:: EXERCISE INPUTS ::
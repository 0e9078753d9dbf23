"""Design files: validation errors name the key path and the allowed range."""

import textwrap

import pytest

from chiropt.design import design_from_dict, load_design
from chiropt.errors import InputError

BASE = {
    "lattice": {"kind": "square", "period_nm": 400},
    "particles": [{"shape": "sphere", "radius_nm": 70, "material": {"n": 3.5, "k": 0.0}}],
    "illumination": {"wavelength_nm": {"start": 600, "stop": 800, "points": 5}},
}


def _with(path, value):
    import copy

    data = copy.deepcopy(BASE)
    node = data
    keys = path.split(".")
    for key in keys[:-1]:
        node = node[int(key)] if isinstance(node, list) else node[key]
    last = keys[-1]
    if isinstance(node, list):
        node[int(last)] = value
    else:
        node[last] = value
    return data


def test_valid_design_round_trips():
    d = design_from_dict(BASE)
    assert len(d.illumination.wavelength_nm) == 5
    assert design_from_dict(d.to_dict()) == d  # common practice, no source


@pytest.mark.parametrize("path,value,key,fragment", [
    ("particles.0.radius_nm", -5, "particles[0].radius_nm", "(0, 10000] nm"),
    ("particles.0.radius_nm", 0, "particles[0].radius_nm", "(0, 10000] nm"),
    ("particles.0.radius_nm", 250, "particles[0].radius_nm", "shortest lattice period"),
    ("lattice.kind", "triangular", "lattice.kind", "square, rectangular, hexagonal, oblique"),
    ("lattice.period_nm", "big", "lattice.period_nm", "expected a number"),
    ("illumination.polar_deg", 95, "illumination.polar_deg", "[0, 89] deg"),
    ("particles.0.material", "Unobtainium", "particles[0].material", "Closest short names"),
    ("illumination.wavelength_nm", {"start": 900, "stop": 600, "points": 3},
     "illumination.wavelength_nm.stop", "below start"),
])
def test_invalid_values_name_key_and_range(path, value, key, fragment):
    with pytest.raises(InputError) as err:
        d = design_from_dict(_with(path, value))
        # materials resolve lazily in the forward model
        from chiropt.response import evaluate
        evaluate(d)
    assert err.value.key == key
    assert fragment in str(err.value)


def test_unknown_key_suggests_closest():
    data = dict(BASE, illumnation={})
    with pytest.raises(InputError, match="did you mean 'illumination'"):
        design_from_dict(data)


def test_overlapping_particles_rejected():
    data = dict(BASE, particles=[
        {"radius_nm": 70, "material": "Si", "position_nm": [0, 0]},
        {"radius_nm": 70, "material": "Si", "position_nm": [100, 0]},
    ])
    with pytest.raises(InputError, match="overlaps particle 0") as err:
        design_from_dict(data)
    assert err.value.key == "particles[1].position_nm"


def test_error_carries_file_line(tmp_path):
    f = tmp_path / "d.yaml"
    f.write_text(textwrap.dedent("""\
        lattice: {kind: square, period_nm: 400}
        particles:
          - {shape: sphere, radius_nm: -3, material: Si}
        illumination: {wavelength_nm: 700}
        """))
    with pytest.raises(InputError, match=r"d.yaml:3"):
        load_design(f)


def test_malformed_yaml(tmp_path):
    f = tmp_path / "bad.yaml"
    f.write_text("lattice: {kind: square, period_nm: 400\nparticles: [\n")
    with pytest.raises(InputError, match="malformed YAML at line"):
        load_design(f)


def test_wavelength_outside_material_data_names_material():
    data = _with("particles.0.material", "Si")
    data["illumination"] = {"wavelength_nm": 3000}
    d = design_from_dict(data)
    from chiropt.response import evaluate
    with pytest.raises(InputError, match="3000") as err:
        evaluate(d)
    assert "Si" in str(err.value)


@pytest.mark.parametrize("particle,key,fragment", [
    ({"shape": "cylinder", "radius_nm": 60, "material": "Si"}, "particles[0].height_nm",
     "missing"),
    ({"shape": "cylinder", "radius_nm": 60, "height_nm": 20, "material": "Si"},
     "particles[0].height_nm", "allowed [0.25, 4]"),
    ({"shape": "sphere", "radius_nm": 60, "height_nm": 20, "material": "Si"},
     "particles[0].height_nm", "only for shape cylinder or spheroid"),
    ({"shape": "cube", "radius_nm": 60, "material": "Si"}, "particles[0].shape",
     "sphere, cylinder, spheroid"),
    ({"shape": "cylinder", "radius_nm": 150, "height_nm": 300, "material": "Si"},
     "particles[0].height_nm", "circumscribing sphere"),
])
def test_non_spherical_particle_errors(particle, key, fragment):
    with pytest.raises(InputError) as err:
        design_from_dict(dict(BASE, particles=[particle]))
    assert err.value.key == key
    assert fragment in str(err.value)


def test_cylinder_parameters_and_round_trip():
    d = design_from_dict(dict(BASE, particles=[{"shape": "cylinder", "radius_nm": 70,
                                                "height_nm": 90, "material": "Si"}]))
    assert d.parameters()["particles[0].height_nm"] == 90
    assert d.particles[0].half_height_nm == 45
    assert design_from_dict(d.to_dict()) == d
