@pytest.mark.parametrize("path", ["particles[0].radius_nm", "region.from_nm",
                                  "region.thickness_nm", "illumination.polar_deg"])
def test_gradients_match_central_differences(path):
    # autograd vs central differences (common practice, no source).
    design = _design(**GRAD_DESIGN)
    x0 = design.parameters()[path]

    def metric(x):
        values = {path: x} if not path.startswith("region") else {}
        sol = _solve(design, values)
        reg = design.region
        if path.startswith("region"):
            kw = {"from_nm": reg.from_nm, "thickness_nm": reg.thickness_nm}
            kw[path.split(".")[1]] = x
            reg = RegionSpec("slab", **kw)
        r = region_metrics(sol, reg, tol=1e-8, area_grid=0)
        return anp.stack([r["u"][0], r["g"][0], r["docp"]["+1"][0], r["docp"]["-1"][0],
                          r["s0"]["+1"][0], r["c"][0]])

    h = 1e-3
    fd = (metric(x0 + h) - metric(x0 - h)) / (2 * h)
    for i in range(len(fd)):
        gi = grad(lambda x, i=i: metric(x)[i])(float(x0))
        assert abs(gi - fd[i]) <= 1e-6 * max(1.0, abs(fd[i])), (i, gi, fd[i])


def test_region_height_of_plane_is_differentiable():
    # d u/d height of a plane region (traced RegionSpec field) vs central differences.
    sol = _solve(_design(wl=(620.0,), polar=15.0))

    def u(hnm):
        return region_metrics(sol, RegionSpec("plane", height_nm=hnm), tol=1e-8,
                              area_grid=0)["u"][0]

    fd = (u(12.0 + 1e-3) - u(12.0 - 1e-3)) / 2e-3
    assert abs(grad(u)(12.0) - fd) < 1e-7 * max(1.0, abs(fd))


def test_region_span_consistency():
    # slab bottom/top from the design's region spec (docs/theory.md §12 regions)
    design = _design(**GRAD_DESIGN)
    st = build_structure(design)
    lo, hi = region_span(st, design.region)
    assert hi - lo == pytest.approx(40e-9)
    content = order_content(_solve(design), lo, tol=1e-4)
    assert content.up.shape[:2] == (1, 2)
:::
=== ASSIGNMENT ===
Every record, from top to bottom, must be transcribed exactly.

=== TASK SOLUTION ===
repository 0e9078753d9dbf23
"""Design files: validation errors name the key path and the allowed range."""

import textwrap

import pytest

from chiropt.design import design_from_dict, load_design
from chiropt.errors import InputError

BASE = {
    "lattice": {"kind": "square", "period_nm": 400},
    "particles": [{"shape": "sphere", "radius_nm": 70, "material": {"n": 3.5, "k": 0.0}}],
    "illumination": {"wavelength_nm": {"start": 600, "stop": 800, "points": 5}},
}


def _with(path, value):
    import copy

    data = copy.deepcopy(BASE)
    node = data
    keys = path.split(".")
    for key in keys[:-1]:
        node = node[int(key)] if isinstance(node, list) else node[key]
    last = keys[-1]
    if isinstance(node, list):
        node[int(last)] = value
    else:
        node[last] = value
    return data


def test_valid_design_round_trips():
    d = design_from_dict(BASE)
    assert len(d.illumination.wavelength_nm) == 5
    assert design_from_dict(d.to_dict()) == d  # common practice, no source


@pytest.mark.parametrize("path,value,key,fragment", [
    ("particles.0.radius_nm", -5, "particles[0].radius_nm", "(0, 10000] nm"),
    ("particles.0.radius_nm", 0, "particles[0].radius_nm", "(0, 10000] nm"),
    ("particles.0.radius_nm", 250, "particles[0].radius_nm", "shortest lattice period"),
    ("lattice.kind", "triangular", "lattice.kind", "square, rectangular, hexagonal, oblique"),
    ("lattice.period_nm", "big", "lattice.period_nm", "expected a number"),
    ("illumination.polar_deg", 95, "illumination.polar_deg", "[0, 89] deg"),
    ("particles.0.material", "Unobtainium", "particles[0].material", "Closest short names"),
    ("illumination.wavelength_nm", {"start": 900, "stop": 600, "points": 3},
     "illumination.wavelength_nm.stop", "below start"),
])
def test_invalid_values_name_key_and_range(path, value, key, fragment):
    with pytest.raises(InputError) as err:
        d = design_from_dict(_with(path, value))
        # materials resolve lazily in the forward model
        from chiropt.response import evaluate
        evaluate(d)
    assert err.value.key == key
    assert fragment in str(err.value)


def test_unknown_key_suggests_closest():
    data = dict(BASE, illumnation={})
    with pytest.raises(InputError, match="did you mean 'illumination'"):
        design_from_dict(data)


def test_overlapping_particles_rejected():
    data = dict(BASE, particles=[
        {"radius_nm": 70, "material": "Si", "position_nm": [0, 0]},
        {"radius_nm": 70, "material": "Si", "position_nm": [100, 0]},
    ])
    with pytest.raises(InputError, match="overlaps particle 0") as err:
        design_from_dict(data)
    assert err.value.key == "particles[1].position_nm"


def test_error_carries_file_line(tmp_path):
    f = tmp_path / "d.yaml"
    f.write_text(textwrap.dedent("""\
        lattice: {kind: square, period_nm: 400}
        particles:
          - {shape: sphere, radius_nm: -3, material: Si}
        illumination: {wavelength_nm: 700}
        """))
    with pytest.raises(InputError, match=r"d.yaml:3"):
        load_design(f)


def test_malformed_yaml(tmp_path):
    f = tmp_path / "bad.yaml"
    f.write_text("lattice: {kind: square, period_nm: 400\nparticles: [\n")
    with pytest.raises(InputError, match="malformed YAML at line"):
        load_design(f)


def test_wavelength_outside_material_data_names_material():
    data = _with("particles.0.material", "Si")
    data["illumination"] = {"wavelength_nm": 3000}
    d = design_from_dict(data)
    from chiropt.response import evaluate
    with pytest.raises(InputError, match="3000") as err:
        evaluate(d)
    assert "Si" in str(err.value)


@pytest.mark.parametrize("particle,key,fragment", [
    ({"shape": "cylinder", "radius_nm": 60, "material": "Si"}, "particles[0].height_nm",
     "missing"),
    ({"shape": "cylinder", "radius_nm": 60, "height_nm": 20, "material": "Si"},
     "particles[0].height_nm", "allowed [0.25, 4]"),
    ({"shape": "sphere", "radius_nm": 60, "height_nm": 20, "material": "Si"},
     "particles[0].height_nm", "only for shape cylinder or spheroid"),
    ({"shape": "cube", "radius_nm": 60, "material": "Si"}, "particles[0].shape",
     "sphere, cylinder, spheroid"),
    ({"shape": "cylinder", "radius_nm": 150, "height_nm": 300, "material": "Si"},
     "particles[0].height_nm", "circumscribing sphere"),
])
def test_non_spherical_particle_errors(particle, key, fragment):
    with pytest.raises(InputError) as err:
        design_from_dict(dict(BASE, particles=[particle]))
    assert err.value.key == key
    assert fragment in str(err.value)


def test_cylinder_parameters_and_round_trip():
    d = design_from_dict(dict(BASE, particles=[{"shape": "cylinder", "radius_nm": 70,
                                                "height_nm": 90, "material": "Si"}]))
    assert d.parameters()["particles[0].height_nm"] == 90
    assert d.particles[0].half_height_nm == 45
    assert design_from_dict(d.to_dict()) == d
@pytest.mark.parametrize("path", ["particles[0].radius_nm", "region.from_nm",
                                  "region.thickness_nm", "illumination.polar_deg"])
def test_gradients_match_central_differences(path):
    # autograd vs central differences (common practice, no source).
    design = _design(**GRAD_DESIGN)
    x0 = design.parameters()[path]

    def metric(x):
        values = {path: x} if not path.startswith("region") else {}
        sol = _solve(design, values)
        reg = design.region
        if path.startswith("region"):
            kw = {"from_nm": reg.from_nm, "thickness_nm": reg.thickness_nm}
            kw[path.split(".")[1]] = x
            reg = RegionSpec("slab", **kw)
        r = region_metrics(sol, reg, tol=1e-8, area_grid=0)
        return anp.stack([r["u"][0], r["g"][0], r["docp"]["+1"][0], r["docp"]["-1"][0],
                          r["s0"]["+1"][0], r["c"][0]])

    h = 1e-3
    fd = (metric(x0 + h) - metric(x0 - h)) / (2 * h)
    for i in range(len(fd)):
        gi = grad(lambda x, i=i: metric(x)[i])(float(x0))
        assert abs(gi - fd[i]) <= 1e-6 * max(1.0, abs(fd[i])), (i, gi, fd[i])


def test_region_height_of_plane_is_differentiable():
    # d u/d height of a plane region (traced RegionSpec field) vs central differences.
    sol = _solve(_design(wl=(620.0,), polar=15.0))

    def u(hnm):
        return region_metrics(sol, RegionSpec("plane", height_nm=hnm), tol=1e-8,
                              area_grid=0)["u"][0]

    fd = (u(12.0 + 1e-3) - u(12.0 - 1e-3)) / 2e-3
    assert abs(grad(u)(12.0) - fd) < 1e-7 * max(1.0, abs(fd))


def test_region_span_consistency():
    # slab bottom/top from the design's region spec (docs/theory.md §12 regions)
    design = _design(**GRAD_DESIGN)
    st = build_structure(design)
    lo, hi = region_span(st, design.region)
    assert hi - lo == pytest.approx(40e-9)
    content = order_content(_solve(design), lo, tol=1e-4)
    assert content.up.shape[:2] == (1, 2)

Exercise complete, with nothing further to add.